Create a chat prompt template like this:
from langchain.prompts import ChatPromptTemplate
chat_template = ChatPromptTemplate.from_messages(
[
("system", "You are a helpful AI bot. Your name is {name}."),
("human", "Hello, how are you doing?"),
("ai", "I'm doing well, thanks!"),
("human", "{user_input}"),
]
)
messages = chat_template.format_messages(name="Bob", user_input="What is your name?")
ChatPromptTemplate.from_messages
accepts a variety of message representations.
For example, in addition to using the 2-tuple representation of (type, content) used
above, you could pass in an instance of MessagePromptTemplate
or BaseMessage
.
from langchain.chat_models import ChatOpenAI
from langchain.prompts import HumanMessagePromptTemplate
from langchain.schema.messages import SystemMessage
chat_template = ChatPromptTemplate.from_messages(
[
SystemMessage(
content=(
"You are a helpful assistant that re-writes the user's text to "
"sound more upbeat."
)
),
HumanMessagePromptTemplate.from_template("{text}"),
]
)
llm = ChatOpenAI()
llm(chat_template.format_messages(text="i dont like eating tasty things."))
AIMessage(content='I absolutely love indulging in delicious treats!')

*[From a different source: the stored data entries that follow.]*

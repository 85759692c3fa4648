package engine_test

import (
	"context"
	"encoding/json"
	"testing"
	"time"

	"github.com/deadspace-fhir/deadspace/api/engine"
	"github.com/deadspace-fhir/deadspace/api/engine/enginetest"
	"github.com/deadspace-fhir/deadspace/api/store/boltstore"
	"github.com/deadspace-fhir/deadspace/derive"
	"github.com/deadspace-fhir/deadspace/fhir/decode"
)

// TestUnusableVersionIsKeptByTheEnginesClock: a version without an
// effective time of its own (a withdrawal without meta.lastUpdated) is
// kept for the retention from when it arrived, on the engine's clock
// (Config.Now), the clock its pruning and its retention check run on.
func TestUnusableVersionIsKeptByTheEnginesClock(t *testing.T) {
	clock := time.Date(2026, 3, 1, 6, 0, 0, 0, time.UTC)
	st := enginetest.OpenStore(t, boltstore.Options{NoSync: true})
	eng, err := engine.New(engine.Config{
		Store: st, Decoder: decode.New(decode.Options{}), Encoder: enginetest.Encoder(t), Derive: derive.DefaultConfig(),
		Now: func() time.Time { return clock },
	})
	if err != nil {
		t.Fatal(err)
	}
	ctx := context.Background()
	withdrawal := json.RawMessage(`{"resourceType":"Observation","id":"g","meta":{"versionId":"2"},"status":"entered-in-error",` +
		`"code":{"coding":[{"system":"http://loinc.org","code":"2019-8"}]},"subject":{"reference":"Patient/c1"},` +
		`"effectiveDateTime":"2026-03-01T05:00:00Z","valueQuantity":{"value":45,"unit":"mm[Hg]","system":"http://unitsofmeasure.org","code":"mm[Hg]"}}`)
	if _, err := eng.Ingest(ctx, "test", []json.RawMessage{withdrawal}); err != nil {
		t.Fatal(err)
	}
	in, err := st.Input(ctx, "Patient/c1", "Observation/g")
	if err != nil {
		t.Fatal(err)
	}
	if !in.EffectiveAt.Equal(clock) {
		t.Errorf("the withdrawal is kept from %v, want the engine's clock %v", in.EffectiveAt, clock)
	}
}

This provides you with a lot of flexibility in how you construct your chat prompts.
LCEL
PromptTemplate
and ChatPromptTemplate
implement the Runnable interface, the basic building block of the LangChain Expression Language (LCEL). This means they support invoke
, ainvoke
, stream
, astream
, batch
, abatch
, astream_log
calls.
PromptTemplate
accepts a dictionary (of the prompt variables) and returns a StringPromptValue
. A ChatPromptTemplate
accepts a dictionary and returns a ChatPromptValue
.
prompt_val = prompt_template.invoke({"adjective": "funny", "content": "chickens"})
prompt_val
StringPromptValue(text='Tell me a joke')
prompt_val.to_string()
'Tell me a joke'
prompt_val.to_messages()
[HumanMessage(content='Tell me a joke')]
chat_val = chat_template.invoke({"text": "i dont like eating tasty things."})
chat_val.to_messages()
[SystemMessage(content="You are a helpful assistant that re-writes the user's text to sound more upbeat."),
HumanMessage(content='i dont like eating tasty things.')]
chat_val.to_string()
"System: You are a helpful assistant that re-writes the user's text to sound more upbeat.\nHuman: i dont like eating tasty things."